# Froschlaich



## ems-jade (10. Apr. 2009)

Hallo Leute

haben gestern im Teich dieses Bündel
Froschlaich entdeckt.
Hoffe die Fische lassen ein bischen über.

Sonnige Grüße

Frank


----------



## axel (10. Apr. 2009)

*AW: Froschlaich*

Hallo Frank !

Ich drück die Daumen   Hab auch Laichschnüre an den Wasserpflanzen .
Mal sehen . Wärn dann auch meine ersten Qaulquappen im Teich 
Schöne Fotos 

Sonnige Grüße 
axel


----------



## Vespabesitzer (10. Apr. 2009)

*AW: Froschlaich*



axel schrieb:


> Hab auch Laichschnüre an den Wasserpflanzen .
> Mal sehen . Wärn dann auch meine ersten Qaulquappen im Teich
> Schöne Fotos



Hallo Frank,... Schnüre sind doch immer __ Kröten  oder nicht,..
und diese Ballen immer von Fröschen,..

oder kann man das so pauschal nicht sagen,..
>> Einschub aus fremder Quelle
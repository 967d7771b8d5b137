import { importFieldNames, importFields, message, sentence, structuralImportFields } from '@mantlet/common';
import type { ImportField, ImportMapping, ImportSheetDto, Message } from '@mantlet/common';
import { columnLetters } from '../reading/cell-grid.js';
import type { CellGrid } from '../reading/cell-grid.js';
import { findHeaderRow, readHeader } from './headers.js';
import type { HeaderReading } from './headers.js';
import { provenDecimalSign, readNumber } from './numbers.js';

export const isStructural = (field: ImportField): boolean => (structuralImportFields as readonly ImportField[]).includes(field);

interface SuggestedColumns {
  headerRow: number;
  columns: ImportMapping['columns'];
  units: HeaderReading['unit'][];
  notes: Message[];
}

/** What each sheet's headers are taken to mean, and the mapping of the one that says most. */
export function suggestMapping(sheets: readonly CellGrid[], mayStructural: boolean): { mapping: ImportMapping; sheets: ImportSheetDto[]; notes: string[] } {
  const suggested = sheets.map((sheet) => ({ sheet, suggestion: suggestColumns(sheet, mayStructural) }));
  const best = suggested.reduce((a, b) => (Object.keys(b.suggestion.columns).length > Object.keys(a.suggestion.columns).length ? b : a));
  const { lengthUnit, note } = lengthUnitOf(best.sheet, best.suggestion);
  const mapping: ImportMapping = {
    sheet: best.sheet.name, headerRow: best.suggestion.headerRow, columns: best.suggestion.columns, lengthUnit,
    temperatureUnit: best.suggestion.units.includes('F') ? 'F' : 'C',
    defaults: { zoneId: null, memberType: null, grade: null, exposure: null, protectionForm: 'profile' },
  };
  return { mapping, sheets: suggested.map((s) => toSheetDto(s.sheet, s.suggestion)), notes: [...best.suggestion.notes, ...note].map(sentence) };
}

function suggestColumns(sheet: CellGrid, mayStructural: boolean): SuggestedColumns {
  const index = findHeaderRow(sheet.rows);
  if (index === null) {
    const first = sheet.rows.findIndex((row) => row.some(Boolean));
    return { headerRow: first + 1, columns: {}, units: [], notes: [message('import.no-headers', { sheet: sheet.name })] };
  }
  const headers = sheet.rows[index]!;
  const readings = headers.map(readHeader);
  const columns: ImportMapping['columns'] = {};
  const notes: Message[] = [];
  for (const field of importFields) {
    if (isStructural(field) && !mayStructural) continue;
    const chosen = chooseColumn(field, headers, readings, index + 1, notes);
    if (chosen !== null) columns[field] = chosen;
  }
  notes.push(...leftOver(headers, readings, columns, mayStructural));
  const units = Object.values(columns).map((column) => readings[column]?.unit ?? null);
  return { headerRow: index + 1, columns, units, notes };
}

/** The surest of the columns that name a field; none where two have the very same header. */
function chooseColumn(field: ImportField, headers: string[], readings: (HeaderReading | null)[], row: number, notes: Message[]): number | null {
  const candidates = readings.flatMap((reading, column) => (reading?.field === field ? [{ column, rank: reading.rank }] : []));
  candidates.sort((a, b) => a.rank - b.rank || a.column - b.column);
  const first = candidates[0];
  if (!first) return null;
  const name = importFieldNames[field];
  const equal = candidates.filter((c) => c.rank === first.rank);
  if (equal.length > 1) {
    notes.push(message('import.duplicate-header', { header: headers[first.column]!, row, columns: equal.map((c) => columnLetters(c.column)), field: name }));
    return null;
  }
  for (const other of candidates.slice(1)) {
    notes.push(message('import.second-column', { header: headers[other.column]!, column: columnLetters(other.column), field: name, chosen: columnLetters(first.column) }));
  }
  return first.column;
}

function leftOver(headers: string[], readings: (HeaderReading | null)[], columns: ImportMapping['columns'], mayStructural: boolean): Message[] {
  const notes: Message[] = [];
  const unknown = headers.flatMap((header, column) => (header && !readings[column] ? [`"${header}" (column ${columnLetters(column)})`] : []));
  if (unknown.length) notes.push(message('import.column-not-read', { headers: unknown }));
  const structural = [...new Set(readings.flatMap((r) => (r && isStructural(r.field) ? [importFieldNames[r.field]] : [])))];
  if (structural.length && !mayStructural) notes.push(message('import.structural-ignored', { fields: structural }));
  const missing = neededFields.filter((field) => columns[field] === undefined).map((field) => importFieldNames[field]);
  if (missing.length) notes.push(message('import.missing-column', { fields: missing }));
  return notes;
}
const neededFields: ImportField[] = ['mark', 'zone', 'memberType', 'section', 'grade', 'length', 'exposure'];

/** The unit the header names; else metres or millimetres by the size of the numbers, with a note to check. */
function lengthUnitOf(sheet: CellGrid, suggestion: SuggestedColumns): { lengthUnit: ImportMapping['lengthUnit']; note: Message[] } {
  const column = suggestion.columns.length;
  if (column === undefined) return { lengthUnit: 'mm', note: [] };
  const header = readHeader(sheet.rows[suggestion.headerRow - 1]?.[column] ?? '')?.unit;
  if (header && header !== 'C' && header !== 'F') return { lengthUnit: header, note: [] };
  const texts = sheet.rows.slice(suggestion.headerRow).map((row) => row[column] ?? '').filter(Boolean);
  if (texts.some((text) => /['′]\s*-?\s*\d/.test(text))) return { lengthUnit: 'ft-in', note: [] };
  const sign = provenDecimalSign(texts);
  const numbers = texts.flatMap((text) => {
    const value = readNumber(text, '', sign);
    return value.ok ? [value.value] : [];
  });
  if (!numbers.length) return { lengthUnit: 'mm', note: [] };
  const lengthUnit = numbers.reduce((a, b) => Math.max(a, b), 0) <= 60 ? 'm' : 'mm';
  return { lengthUnit, note: [message('import.length-unit-guessed', { unit: lengthUnit })] };
}

function toSheetDto(sheet: CellGrid, suggestion: SuggestedColumns): ImportSheetDto {
  const width = sheet.rows.slice(0, 20).reduce((widest, row) => Math.max(widest, row.length), 0);
  const headers = Array.from({ length: Math.max(width, sheet.rows[suggestion.headerRow - 1]?.length ?? 0) }, (_, i) => sheet.rows[suggestion.headerRow - 1]?.[i] ?? '');
  return {
    name: sheet.name, rows: sheet.rows.length, headerRow: suggestion.headerRow, headers, columns: suggestion.columns,
    firstRows: sheet.rows.slice(0, 20).map((row) => row.map((cell) => cell.slice(0, 200))),
  };
}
Bei mir haben es (leider) auch erst nur die "Kröten getrieben"

mfG. Micha


----------



## axel (10. Apr. 2009)

*AW: Froschlaich*

Hallo Micha 

Du hast bestimmt Recht . Bei mir sind es Schnüre von Kröten .
Dann werden das bei Frank bestimmt Frösche .

lg
axel


----------



## ems-jade (10. Apr. 2009)

*AW: Froschlaich*

Hallo,

dass müßte Froschlaich sein.
Der "Ballen" treibt durch den Teich und setzt sich hin und wieder an
den Kanten fest. Die Fische zeigen zwar Interesse gehen aber nicht an den Laich. Werde berichten was in den nächsten Tagen passiert und weiterhin beobachten :smoki

Gruß Frank


----------



## ironice (10. Apr. 2009)

*AW: Froschlaich*

Habe beides in meinem Teich  Frosch und Krötenleich aber evtl. is des mein Eiweiß Problem naja des legt sich. Mache morgen mal Fotos meine Fischis wollen damit nich Spielen .....die Verstecken sich mehr unten als oben....... 
Glaube aber das die schon kurz vorm Schlüpfen stehen sieht zumindest so aus 

Gruß Stefan


----------



## Kalle (10. Apr. 2009)

*AW: Froschlaich*

Hi,

kann mich dem ganzen hier anschließen. Habe Krötenlaich im Teich. Seltsamerweise __ Molche und Fische auch im Teich. Na dann hoffe ich mal dass sie wachsen ....


----------



## Lilongwe (10. Apr. 2009)

*AW: Froschlaich*

Ich hab noch nie Krötenlaich gesehen. Weiß nicht wie man ihn findet und wo... ich sehe immer erst irgendwann die großen schwarzen Krötenquappen. __ Kröten hab ich auch nicht gesehen. Einen __ Teichmolch hab ich auch schon gesichtet.

Bis Dann,

Michael


----------



## ems-jade (12. Apr. 2009)

*AW: Froschlaich*

Hallo,

habe jetzt einige Tage den Laichballen beobachtet.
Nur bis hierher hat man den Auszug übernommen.